# ---------------------------------------------------------------------------
# the bundle
# ---------------------------------------------------------------------------
class ModelBundle:
    """A fitted, calibrated model for one family (see module docstring).

    Attributes
    ----------
    family : features.family.Family
    family_fingerprint : str
    version : str (``v001``, ...)
    feature_columns : list of str
    coverage : float, nominal band coverage
    calibration_source : "measured" or "simulated"
    targets : dict name -> TargetModel
    detector : models.mismatch.MismatchDetector or None
    checker : models.mismatch.PhysicsChecker or None
    training_domain : TrainingDomain
    metrics : dict
    meta : dict (everything else recorded in bundle.json)
    path : Path or None (where it was loaded from / saved to)
    """

    def __init__(self, *, family, feature_columns, targets, detector=None, checker=None, training_domain=None,
                 coverage=0.9, calibration_source="simulated", version="v001", metrics=None, meta=None,
                 model_card=None, family_toml=None, feature_schema=None):
        self.family = family
        self.family_fingerprint = family.fingerprint
        self.feature_columns = list(feature_columns)
        self.targets = dict(targets)
        self.detector = detector
        self.checker = checker
        self.training_domain = training_domain
        self.coverage = float(coverage)
        self.calibration_source = calibration_source
        self.version = version
        self.metrics = dict(metrics or {})
        self.meta = dict(meta or {})
        self.model_card = model_card
        self.family_toml = family_toml
        self.feature_schema = feature_schema
        self.path: Path | None = None

    def __repr__(self) -> str:
        return (f"ModelBundle(family={self.family.name!r}, version={self.version!r}, "
                f"targets={list(self.targets)}, coverage={self.coverage:g}, calibration={self.calibration_source!r})")

    # -- scoring -----------------------------------------------------------------
    def predict_frame(self, feature_df: pd.DataFrame, *, limit_pct: float | None = None,
                      coverage: float | None = None) -> pd.DataFrame:
        """Estimates, bands, exceedance probability and the out-of-family verdict per row.

        ``limit_pct``: the user's limit on ``max_loss_pct``; ``exceed_probability`` is the
        (conservative) probability that the maximum loss exceeds it (NaN when not given).
        Rows flagged out of family still get their numbers (``in_family`` False, reasons given).
        """
        from waneguide.models.mismatch import combine_mismatch

        if not isinstance(feature_df, pd.DataFrame):
            raise ValueError(f"predict_frame needs a pandas DataFrame of features; got {type(feature_df).__name__}")
        cov = self.coverage if coverage is None else float(coverage)
        X = _frame_X(feature_df, self.feature_columns)
        cols: dict[str, Any] = {}
        exceed = np.full(len(X), np.nan)
        for name in TARGETS:
            if name not in self.targets:
                for suf in ("", "_lower", "_upper"):
                    cols[name + suf] = np.full(len(X), np.nan)
                continue
            lim = limit_pct if (name == "max_loss_pct" and limit_pct is not None) else None
            r = self.targets[name].predict(X, cov, lim)
            cols[name], cols[name + "_lower"], cols[name + "_upper"] = r["estimate"], r["lower"], r["upper"]
            if lim is not None:
                exceed = r["exceed"]
        cols["exceed_probability"] = exceed
        mm = combine_mismatch(self.detector, self.checker, feature_df, self.feature_columns, X=X)
        cols["in_family"] = mm["in_family"].to_numpy(dtype=bool)
        cols["mismatch_p_value"] = mm["mismatch_p_value"].to_numpy(dtype=float)
        cols["mismatch_reasons"] = mm["mismatch_reasons"].to_numpy(dtype=object)
        return pd.DataFrame(cols, index=feature_df.index)

    # -- recalibration -----------------------------------------------------------
    def recalibrate(self, feature_df: pd.DataFrame, targets_df: pd.DataFrame, *, groups=None,
                    random_state: int = 0) -> "ModelBundle":
        """A new bundle version calibrated on measured cases (this one is left untouched).

        For every target column present in ``targets_df``: a residual correction on top of the
        simulated model is chosen by grouped CV (none / bias / GP; groups = ``groups`` or the
        ``path_id`` column, else one group per row), and the band becomes CV+ over its fold
        models (Barber et al. 2021). With fewer than about 1/(1-coverage) cases the band is
        infinite, by the finite-sample rule.
        """
        from waneguide.models.conformal import ConformalCalibrator
        from waneguide.models.residual import ResidualCorrector

        if len(feature_df) != len(targets_df):
            raise ValueError(f"recalibrate: {len(feature_df)} feature rows but {len(targets_df)} target rows")
        present = [t for t in TARGETS if t in targets_df.columns and t in self.targets]
        if not present:
            raise ValueError(f"recalibrate: targets_df has none of the target columns {list(TARGETS)}; "
                             f"got {list(targets_df.columns)}")
        if groups is None:
            groups = (feature_df["path_id"].astype(str).to_numpy() if "path_id" in feature_df
                      else np.arange(len(feature_df)))
        groups = np.asarray(groups)
        X = _frame_X(feature_df, self.feature_columns)
        new = copy.copy(self)
        new.targets = dict(self.targets)
        report = {}
        for t in present:
            y = pd.to_numeric(targets_df[t], errors="coerce").to_numpy(dtype=float)
            ok = np.isfinite(y)
            if ok.sum() < 2:
                raise ValueError(f"recalibrate: target {t} has {int(ok.sum())} usable values; need at least 2")
            tm = copy.copy(self.targets[t])
            Xo = X[ok]
            mu = tm.centre_sim(Xo)
            s = tm.sigma(Xo)
            corr = ResidualCorrector(random_state=random_state).fit(tm._corr_X(Xo), y[ok] - mu, groups[ok])
            if corr.choice_ == "none":
                # the simulated model is independent of these cases: plain split conformal on all of them
                tm.correction = None
                tm.calibrator = ConformalCalibrator.from_predictions(y[ok], mu, s)
            else:
                fold_pred = corr.predict_folds(tm._corr_X(Xo))[np.arange(ok.sum()), corr.folds_]
                tm.correction = corr
                tm.calibrator = ConformalCalibrator.from_predictions(y[ok], mu + fold_pred, s, folds=corr.folds_)
            new.targets[t] = tm
            report[t] = {"n": int(ok.sum()), "correction": corr.choice_, "cv_mae": corr.cv_mae_}
        new.calibration_source = "measured"
        m = _VERSION_RE.match(self.version)
        new.version = f"v{int(m.group(1)) + 1:03d}" if m else self.version + "-recal"
        new.meta = dict(self.meta, parent_version=self.version, recalibration=report,
                        created_at=_dt.datetime.now(_dt.timezone.utc).isoformat(timespec="seconds"))
        new.metrics = dict(self.metrics, recalibration=report)
        new.path = None
        from waneguide.models.card import render_model_card

        new.model_card = render_model_card(new)
        return new

    # -- persistence ---------------------------------------------------------------
    def save_version(self, store: str | os.PathLike) -> Path:
        """Save into the next free ``vNNN`` folder of ``store``; the version string follows it."""
        target = next_version_dir(store)
        self.version = target.name
        return self.save(target)

    def save(self, path: str | os.PathLike) -> Path:
        """Write the bundle to a new directory ``path`` (refuses an existing non-empty one)."""
        import skops.io as sio

        path = Path(path)
        if path.exists() and (not path.is_dir() or any(path.iterdir())):
            raise ValueError(f"bundle directory {str(path)!r} already exists and is not empty; "
                             f"bundles are never overwritten: choose a new directory (or save_version(store))")
        path.parent.mkdir(parents=True, exist_ok=True)
        tmp = Path(tempfile.mkdtemp(prefix=f".{path.name}.", suffix=".part", dir=path.parent))
        try:
            self._write(tmp, sio)
            if path.exists():
                path.rmdir()  # empty by the check above
            os.replace(tmp, path)
        except BaseException:
            shutil.rmtree(tmp, ignore_errors=True)
            raise
        self.path = path
        return path

    def _write(self, d: Path, sio) -> None:
        from waneguide.models.card import render_model_card

        arrays: dict[str, np.ndarray] = {}
        tmeta = {}
        for name, tm in self.targets.items():
            (d / f"lgbm_{name}_centre.txt").write_text(tm.central.to_text())
            (d / f"lgbm_{name}_scale.txt").write_text(tm.scale.to_text())
            arrays.update(tm.calibrator.to_arrays(f"{name}__"))
            tmeta[name] = {
                "sigma_floor": tm.sigma_floor, "gp_columns": tm.gp_columns, "gp_weight": tm.gp_weight,
                "gp_fill": list(map(float, tm.gp_fill)), "lower_bound": tm.lower_bound,
                "upper_bound": tm.upper_bound, "central_params": _plain_params(tm.central),
                "scale_params": _plain_params(tm.scale), "has_gp": tm.gp is not None,
                "has_correction": tm.correction is not None,
            }
        np.savez(d / "calibration.npz", **arrays)
        sio.dump({"gp": {n: tm.gp for n, tm in self.targets.items()},
                  "correction": {n: tm.correction for n, tm in self.targets.items()},
                  "detector": self.detector}, d / "sklearn_parts.skops")
        (d / "family.toml").write_text(self.family_toml or family_to_toml(self.family))
        (d / "feature_schema.json").write_text(json.dumps(
            self.feature_schema or {"feature_columns": self.feature_columns}, indent=2, default=str))
        if self.training_domain is not None:
            (d / "training_domain.json").write_text(json.dumps(self.training_domain.to_json(), indent=2))
            self.training_domain.reference.to_parquet(d / "reference_sample.parquet", index=False)
        (d / "metrics.json").write_text(json.dumps(_jsonable(self.metrics), indent=2, allow_nan=False))
        (d / "model_card.md").write_text(self.model_card or render_model_card(self))
        meta = dict(self.meta)
        meta.update({
            "format": BUNDLE_FORMAT, "schema_version": BUNDLE_SCHEMA_VERSION, "version": self.version,
            "family_name": self.family.name, "family_fingerprint": self.family_fingerprint,
            "feature_columns": self.feature_columns, "coverage": self.coverage,
            "calibration_source": self.calibration_source, "targets": tmeta,
            "physics": ({"state": self.checker.state, "params": self.checker.params()} if self.checker else None),
        })
        meta.setdefault("created_at", _dt.datetime.now(_dt.timezone.utc).isoformat(timespec="seconds"))
        (d / "bundle.json").write_text(json.dumps(_jsonable(meta), indent=2, allow_nan=False))
        files = sorted(p.name for p in d.iterdir() if p.is_file())
        manifest = {"format": BUNDLE_FORMAT, "algorithm": "sha256",
                    "files": {f: _sha256(d / f) for f in files}}
        (d / "manifest.json").write_text(json.dumps(manifest, indent=2))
^^^^^^^^
Requirement: Keep both end lines and retype everything in the records above from the line containing "present = [t" through the line containing "tm.correction = None", exactly, with nothing else.

Answer area:
        present = [t for t in TARGETS if t in targets_df.columns and t in self.targets]
        if not present:
            raise ValueError(f"recalibrate: targets_df has none of the target columns {list(TARGETS)}; "
                             f"got {list(targets_df.columns)}")
        if groups is None:
            groups = (feature_df["path_id"].astype(str).to_numpy() if "path_id" in feature_df
                      else np.arange(len(feature_df)))
        groups = np.asarray(groups)
        X = _frame_X(feature_df, self.feature_columns)
        new = copy.copy(self)
        new.targets = dict(self.targets)
        report = {}
        for t in present:
            y = pd.to_numeric(targets_df[t], errors="coerce").to_numpy(dtype=float)
            ok = np.isfinite(y)
            if ok.sum() < 2:
                raise ValueError(f"recalibrate: target {t} has {int(ok.sum())} usable values; need at least 2")
            tm = copy.copy(self.targets[t])
            Xo = X[ok]
            mu = tm.centre_sim(Xo)
            s = tm.sigma(Xo)
            corr = ResidualCorrector(random_state=random_state).fit(tm._corr_X(Xo), y[ok] - mu, groups[ok])
            if corr.choice_ == "none":
                # the simulated model is independent of these cases: plain split conformal on all of them
                tm.correction = None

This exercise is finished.